Records for this task

______

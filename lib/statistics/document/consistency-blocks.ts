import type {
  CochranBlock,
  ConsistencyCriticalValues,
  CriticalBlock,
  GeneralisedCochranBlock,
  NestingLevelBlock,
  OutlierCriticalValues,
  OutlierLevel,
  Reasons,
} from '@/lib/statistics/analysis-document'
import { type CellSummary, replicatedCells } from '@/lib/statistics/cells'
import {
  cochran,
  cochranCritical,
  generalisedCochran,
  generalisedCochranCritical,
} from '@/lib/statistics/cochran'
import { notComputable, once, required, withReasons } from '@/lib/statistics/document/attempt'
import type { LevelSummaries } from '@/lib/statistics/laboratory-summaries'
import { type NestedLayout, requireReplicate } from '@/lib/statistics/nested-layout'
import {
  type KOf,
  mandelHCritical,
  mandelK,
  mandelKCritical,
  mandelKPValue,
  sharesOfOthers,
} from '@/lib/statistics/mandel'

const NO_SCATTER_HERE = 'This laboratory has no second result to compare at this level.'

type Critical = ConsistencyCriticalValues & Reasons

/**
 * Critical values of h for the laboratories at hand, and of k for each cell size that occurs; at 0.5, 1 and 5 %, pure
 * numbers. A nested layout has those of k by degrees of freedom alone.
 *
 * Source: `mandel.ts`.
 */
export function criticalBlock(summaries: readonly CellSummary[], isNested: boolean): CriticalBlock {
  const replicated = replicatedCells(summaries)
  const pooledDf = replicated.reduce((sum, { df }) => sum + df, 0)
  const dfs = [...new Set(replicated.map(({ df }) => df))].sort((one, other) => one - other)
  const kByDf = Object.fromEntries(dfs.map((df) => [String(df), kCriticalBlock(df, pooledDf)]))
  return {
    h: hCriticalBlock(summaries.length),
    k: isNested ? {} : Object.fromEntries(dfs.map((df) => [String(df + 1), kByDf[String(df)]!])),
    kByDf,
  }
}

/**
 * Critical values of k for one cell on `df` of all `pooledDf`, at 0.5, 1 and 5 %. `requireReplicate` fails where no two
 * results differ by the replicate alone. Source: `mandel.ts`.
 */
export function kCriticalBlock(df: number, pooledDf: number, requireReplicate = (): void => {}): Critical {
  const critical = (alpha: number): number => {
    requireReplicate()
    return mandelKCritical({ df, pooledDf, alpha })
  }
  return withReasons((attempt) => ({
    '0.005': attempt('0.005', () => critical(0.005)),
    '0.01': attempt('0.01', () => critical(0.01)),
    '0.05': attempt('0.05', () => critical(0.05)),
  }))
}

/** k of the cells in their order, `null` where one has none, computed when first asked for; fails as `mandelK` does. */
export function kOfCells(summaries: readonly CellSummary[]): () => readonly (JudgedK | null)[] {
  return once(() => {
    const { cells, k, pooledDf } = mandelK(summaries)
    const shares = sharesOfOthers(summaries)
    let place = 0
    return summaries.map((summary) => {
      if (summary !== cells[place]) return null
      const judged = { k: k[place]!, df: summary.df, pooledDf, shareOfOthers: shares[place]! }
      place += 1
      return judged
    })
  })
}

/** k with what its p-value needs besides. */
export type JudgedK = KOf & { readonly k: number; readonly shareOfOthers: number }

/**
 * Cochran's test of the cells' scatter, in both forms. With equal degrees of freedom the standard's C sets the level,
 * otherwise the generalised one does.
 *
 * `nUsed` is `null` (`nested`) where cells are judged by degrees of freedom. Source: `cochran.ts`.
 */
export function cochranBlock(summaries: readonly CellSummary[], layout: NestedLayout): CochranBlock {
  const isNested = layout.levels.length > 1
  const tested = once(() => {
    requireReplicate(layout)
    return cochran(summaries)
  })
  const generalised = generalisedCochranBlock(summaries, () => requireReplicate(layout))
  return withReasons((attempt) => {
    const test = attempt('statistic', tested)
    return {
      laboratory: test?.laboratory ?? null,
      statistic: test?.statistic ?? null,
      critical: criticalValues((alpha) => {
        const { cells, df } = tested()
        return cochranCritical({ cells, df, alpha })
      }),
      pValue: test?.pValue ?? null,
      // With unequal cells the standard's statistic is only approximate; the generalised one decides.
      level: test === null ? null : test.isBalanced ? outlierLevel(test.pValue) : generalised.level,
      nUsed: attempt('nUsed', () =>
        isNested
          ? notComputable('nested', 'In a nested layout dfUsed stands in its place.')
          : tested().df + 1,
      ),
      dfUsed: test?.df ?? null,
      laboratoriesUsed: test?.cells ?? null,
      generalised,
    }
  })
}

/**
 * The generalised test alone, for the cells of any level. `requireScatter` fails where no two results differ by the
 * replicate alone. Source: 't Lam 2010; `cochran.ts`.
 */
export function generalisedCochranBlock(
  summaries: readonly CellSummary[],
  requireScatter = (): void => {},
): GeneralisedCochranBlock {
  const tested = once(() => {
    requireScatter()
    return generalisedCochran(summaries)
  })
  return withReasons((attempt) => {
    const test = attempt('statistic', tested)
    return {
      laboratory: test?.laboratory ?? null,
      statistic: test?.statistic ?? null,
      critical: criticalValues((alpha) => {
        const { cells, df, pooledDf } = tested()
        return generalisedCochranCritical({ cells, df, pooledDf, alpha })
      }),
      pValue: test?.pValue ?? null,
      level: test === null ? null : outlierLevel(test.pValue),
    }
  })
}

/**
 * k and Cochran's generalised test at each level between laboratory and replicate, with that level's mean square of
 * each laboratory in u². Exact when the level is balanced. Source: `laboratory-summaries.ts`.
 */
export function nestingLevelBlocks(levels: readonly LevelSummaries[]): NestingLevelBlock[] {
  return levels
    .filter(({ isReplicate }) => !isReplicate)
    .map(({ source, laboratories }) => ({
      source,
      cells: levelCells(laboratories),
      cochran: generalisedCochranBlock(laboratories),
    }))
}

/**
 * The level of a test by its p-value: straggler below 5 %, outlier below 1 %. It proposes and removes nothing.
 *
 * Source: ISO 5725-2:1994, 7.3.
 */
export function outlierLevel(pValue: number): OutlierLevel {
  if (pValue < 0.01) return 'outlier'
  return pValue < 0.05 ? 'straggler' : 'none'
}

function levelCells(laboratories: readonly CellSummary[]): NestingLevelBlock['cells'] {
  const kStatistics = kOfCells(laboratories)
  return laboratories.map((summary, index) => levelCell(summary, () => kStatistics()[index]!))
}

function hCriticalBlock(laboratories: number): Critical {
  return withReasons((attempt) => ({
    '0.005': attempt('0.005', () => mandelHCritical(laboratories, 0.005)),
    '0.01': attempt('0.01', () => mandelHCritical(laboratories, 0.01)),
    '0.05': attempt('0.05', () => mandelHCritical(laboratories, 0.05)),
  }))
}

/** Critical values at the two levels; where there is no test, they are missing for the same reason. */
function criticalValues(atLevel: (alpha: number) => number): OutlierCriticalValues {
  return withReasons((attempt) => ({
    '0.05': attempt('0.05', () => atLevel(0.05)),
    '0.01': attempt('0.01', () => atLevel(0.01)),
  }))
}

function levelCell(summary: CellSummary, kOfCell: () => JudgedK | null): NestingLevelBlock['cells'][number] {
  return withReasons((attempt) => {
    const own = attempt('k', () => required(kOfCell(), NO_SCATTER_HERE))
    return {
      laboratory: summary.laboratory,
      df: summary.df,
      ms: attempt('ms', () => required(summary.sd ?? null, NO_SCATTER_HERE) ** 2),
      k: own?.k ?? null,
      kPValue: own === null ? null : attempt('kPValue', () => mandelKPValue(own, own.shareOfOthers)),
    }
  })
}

______

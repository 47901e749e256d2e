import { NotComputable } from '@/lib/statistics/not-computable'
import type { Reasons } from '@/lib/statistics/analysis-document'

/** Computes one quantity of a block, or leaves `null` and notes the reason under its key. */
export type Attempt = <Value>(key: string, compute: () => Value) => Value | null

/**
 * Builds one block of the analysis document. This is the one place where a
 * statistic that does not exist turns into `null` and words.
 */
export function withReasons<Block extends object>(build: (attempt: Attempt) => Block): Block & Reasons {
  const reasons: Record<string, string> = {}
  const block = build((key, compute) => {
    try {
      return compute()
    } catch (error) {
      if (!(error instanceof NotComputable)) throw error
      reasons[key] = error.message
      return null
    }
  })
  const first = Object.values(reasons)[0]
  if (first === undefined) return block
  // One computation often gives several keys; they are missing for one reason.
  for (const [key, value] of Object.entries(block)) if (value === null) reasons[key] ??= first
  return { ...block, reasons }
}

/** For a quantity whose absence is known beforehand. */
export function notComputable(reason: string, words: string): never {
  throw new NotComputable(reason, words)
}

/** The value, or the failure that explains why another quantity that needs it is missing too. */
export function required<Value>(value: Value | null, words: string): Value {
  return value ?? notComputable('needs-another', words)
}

______

Problem to solve
Scan the entries above for the line containing "in its place.')", and copy it and all lines after it exactly, down to and including the line containing "two results differ by the".

Completed exercise
          ? notComputable('nested', 'In a nested layout dfUsed stands in its place.')
          : tested().df + 1,
      ),
      dfUsed: test?.df ?? null,
      laboratoriesUsed: test?.cells ?? null,
      generalised,
    }
  })
}

/**
 * The generalised test alone, for the cells of any level. `requireScatter` fails where no two results differ by the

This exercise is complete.